I close the browser window, and ten minutes later, I’m hugging Wren like she’s a long-lost relative.

“Boy, that Saint Anthony works fast,” she says.

“I’ll say!”

“So what happened?”

I give her the quick rundown about finding Ana Lucia, almost finding Willem, and deciding not to find him. “So now I’m going to Croatia.”

She looks disappointed. “You are. When?”

“I was going to fly out tomorrow morning. I was just booking my ticket when you called.”

“Oh, stay a few more days. We can explore together. We can rent bikes. Or rent one bike and have the other ride sidesaddle like the Dutch girls do.”

“I already have a bike,” I say. “It’s pink.”

“Does it have a rack on the back where I can sit?”

Her grin is too infectious to resist. “It does.”

“Oh. You have to stay. I’m at a hostel up near the Jordaan. My room is the size of a bathtub, but it’s sweet and the bed’s a double. Come share with me.”

I look up. It is threatening rain again, and it’s freezing for August, and the web said Croatia was mid-eighties and sunny. But Wren is here, and what are the chances of that? She believes in saints. I believe in accidents. I think we basically believe in the same thing.

We get my stuff out of my room at the hostel, where that one guy is now passed out, and move it to her hostel. It’s much cozier than mine, especially since tall-dark-and- grinning Winston is there checking in on us. Upstairs, her bed is covered with guidebooks, not just from Europe but from all over the world.

“What’s all this?”

“Winston loaned them to me.
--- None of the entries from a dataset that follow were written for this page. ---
import { meanUseADay } from "../mean-use";
import type { DraftLine, DraftNode, DraftOf } from "../types";

type DraftBuffer = DraftOf<"buffer">;
type DraftSupplier = DraftOf<"supplier">;

export function suppliersOf(document: DraftLine, bufferId: string): DraftSupplier[] {
  const ids = new Set(document.links.filter((link) => link.to === bufferId).map((link) => link.from));
  return document.nodes.filter((node): node is DraftSupplier => node.kind === "supplier" && ids.has(node.id));
}

/** How a purchased buffer is replenished until somebody says otherwise: up to a level, once a week. */
export function defaultReplenishment(document: DraftLine): NonNullable<DraftBuffer["replenishment"]> {
  return { rule: "orderUpTo", reviewDays: document.calendar.daysPerWeek, lot: null, minimumOrder: 0, orderMultiple: 1 };
}

/** Mean use over lead time plus review, rounded up; null where the use or the lead time is not known yet. */
export function defaultSize(document: DraftLine, bufferId: string, leadTimeDays: number | null): number | null {
  const use = meanUseADay(document, bufferId);
  const review = document.calendar.daysPerWeek;
  if (use === null || use <= 0 || leadTimeDays === null || review === null) return null;
  return Math.max(1, Math.ceil(use * (leadTimeDays + review)));
}

/**
 * Brings what follows from the links into line with them: a replenishment rule exactly where suppliers feed a buffer,
 * and shares of its suppliers that add up to 1.
 * @param before - The document before the links changed; buffers whose suppliers are the same keep their shares.
 */
export function settleFeeds(document: DraftLine, before: DraftLine): DraftLine {
  const shares = new Map<string, number>();
  const nodes = document.nodes.map((node): DraftNode => {
    if (node.kind !== "buffer") return node;
    const suppliers = suppliersOf(document, node.id);
    const earlier = suppliersOf(before, node.id);
    if (suppliers.map((s) => s.id).join("\n") !== earlier.map((s) => s.id).join("\n"))
      for (const [id, share] of shareOut(suppliers, earlier)) shares.set(id, share);
    if (suppliers.length > 0 && node.replenishment === null)
      return { ...node, replenishment: defaultReplenishment(document) };
    const hasStation = document.links.some((link) => link.to === node.id && !suppliers.some((s) => s.id === link.from));
    if (suppliers.length === 0 && hasStation && node.replenishment !== null) return { ...node, replenishment: null };
    return node;
  });
  return {
    ...document,
    nodes: nodes.map((node) => {
      const share = shares.get(node.id);
      return node.kind === "supplier" && share !== undefined && share !== node.share ? { ...node, share } : node;
    }),
  };
}

/** A newcomer gets an equal part, the others keep their proportions; the parts make exactly 1 after rounding to 0.01 %. */
function shareOut(suppliers: readonly DraftSupplier[], earlier: readonly DraftSupplier[]): [string, number][] {
  if (suppliers.length === 0) return [];
  const known = new Set(earlier.map((s) => s.id));
  const stay = suppliers.filter((s) => known.has(s.id));
  const total = stay.reduce((sum, s) => sum + (s.share ?? 0), 0);
  const newcomer = 1 / suppliers.length;
  const forStay = stay.length * newcomer;
  const parts = suppliers.map((s): [string, number] => {
    const part = known.has(s.id) && total > 0 ? ((s.share ?? 0) / total) * forStay : newcomer;
    return [s.id, Math.round(part * 10_000) / 10_000];
  });
  const rest = 1 - parts.slice(0, -1).reduce((sum, [, part]) => sum + part, 0);
  parts[parts.length - 1] = [parts[parts.length - 1][0], Math.round(rest * 10_000) / 10_000];
  return parts;
}
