import type { DraftLine, DraftNode, Layout, Note } from "../types";

/** All that one scenario's sheet holds: what undo brings back. */
export type SheetState = { document: DraftLine; layout: Layout; notes: Note[] };

/** A change of the sheet. `apply` is pure and returns the same object when nothing changes; `label` completes "Undo: ...". */
export type Edit = { label: string; apply(state: SheetState): SheetState };

export function withDocument(state: SheetState, document: DraftLine): SheetState {
  return document === state.document ? state : { ...state, document };
}

export function findNode(document: DraftLine, id: string): DraftNode | undefined {
  return document.nodes.find((node) => node.id === id);
}

/** Replaces one node; the same document when `next` is the node itself. */
export function replaceNode(document: DraftLine, id: string, change: (node: DraftNode) => DraftNode): DraftLine {
  let isChanged = false;
  const nodes = document.nodes.map((node) => {
    if (node.id !== id) return node;
    const next = change(node);
    isChanged ||= next !== node;
    return next;
  });
  return isChanged ? { ...document, nodes } : document;
}

/**
 * Sets the field at a dotted path without changing the object.
 * @returns The same object when the value is there already.
 */
export function setPath<T extends object>(object: T, path: string, value: unknown): T {
  const [key, ...rest] = path.split(".");
  if (key === "__proto__") return object;
  const old = (object as Record<string, unknown>)[key];
  const next = rest.length === 0 ? value : setPath((old ?? {}) as object, rest.join("."), value);
  if (Object.is(old, next)) return object;
  return (Array.isArray(object) ? Object.assign([...object], { [key]: next }) : { ...object, [key]: next }) as T;
}
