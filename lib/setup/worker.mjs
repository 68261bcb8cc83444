// The worker of a production build in one scope. Next's bundler keeps modules apart and its minifier turns small functions
// into closures made anew at each call; the simulation then runs at less than half its speed.
import { createHash } from "node:crypto";
import { mkdirSync, readdirSync, rmSync, writeFileSync } from "node:fs";
import path from "node:path";
import { fileURLToPath } from "node:url";

const root = path.resolve(path.dirname(fileURLToPath(import.meta.url)), "../..");
/** Below `public`; made by each build and left out of what a build depends on. */
export const workerFolder = "worker";

/** Bundles the simulation's worker into `public`. Returns its address, which changes with its content. */
export async function buildWorker() {
  const { build } = await import("vite");
  const output = await build({
    root,
    configFile: false,
    logLevel: "warn",
    publicDir: false,
    define: { "process.env.NODE_ENV": JSON.stringify("production") },
    resolve: { alias: { "@": root } },
    build: {
      write: false,
      minify: "oxc",
      lib: { entry: path.join(root, "workers/simulation.worker.ts"), formats: ["es"], fileName: "simulation" },
    },
  });
  const { code } = [output].flat()[0].output[0];
  const folder = path.join(root, "public", workerFolder);
  const name = `simulation-${createHash("sha256").update(code).digest("hex").slice(0, 16)}.js`;
  mkdirSync(folder, { recursive: true });
  for (const old of readdirSync(folder)) if (old !== name) rmSync(path.join(folder, old));
  writeFileSync(path.join(folder, name), code);
  return `/${workerFolder}/${name}`;
}
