import { type Edit, replaceNode, setPath, withDocument } from "./edit";

/** One cell: a field of a node by its dotted path. */
export type FieldChange = { nodeId: string; path: string; value: unknown };

/** Sets many fields as one step of undo, as a paste of cells does. */
export function setFields(changes: readonly FieldChange[], label: string): Edit {
  return {
    label,
    apply: (state) =>
      withDocument(
        state,
        changes.reduce(
          (document, { nodeId, path, value }) => replaceNode(document, nodeId, (node) => setPath(node, path, value)),
          state.document,
        ),
      ),
  };
}
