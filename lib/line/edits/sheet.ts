import type { Layout, Note } from "../types";
import { type Edit, setPath, type SheetState, withDocument } from "./edit";

/** Sets a field of the line itself by its dotted path, for instance `calendar.hoursPerDay`. */
export function setLineField(path: string, value: unknown): Edit {
  return { label: `change ${path}`, apply: (state) => withDocument(state, setPath(state.document, path, value)) };
}

export function setLayout(layout: Layout): Edit {
  return { label: "arrange the sheet", apply: (state) => ({ ...state, layout }) };
}

export function addNote(note: Note): Edit {
  return { label: "add a note", apply: (state) => ({ ...state, notes: [...state.notes, note] }) };
}

export function editNote(id: string, change: Partial<Omit<Note, "id">>): Edit {
  return {
    label: "change a note",
    apply: (state) => ({
      ...state,
      notes: state.notes.map((note) => (note.id === id ? { ...note, ...change } : note)),
    }),
  };
}

export function deleteNote(id: string): Edit {
  return {
    label: "delete a note",
    apply(state) {
      const notes = state.notes.filter((note) => note.id !== id);
      return notes.length === state.notes.length ? state : { ...state, notes };
    },
  };
}

/** Puts another sheet in place of the whole: an import, a revert, somebody else's draft. */
export function replaceAll(next: SheetState, label: string): Edit {
  return { label, apply: () => next };
}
They’re for my bucket list.”

“Bucket list?”

“All the things I want to do before I die.”

That curious cryptic thing Wren said when we first met in Paris comes back to me: I know hospitals. I’ve only known Wren a day and a half, but that’s enough for the thought of losing her to be inconceivable. She must see something on my face, because she gently touches my arm. “Don’t worry, I plan on living a long time.”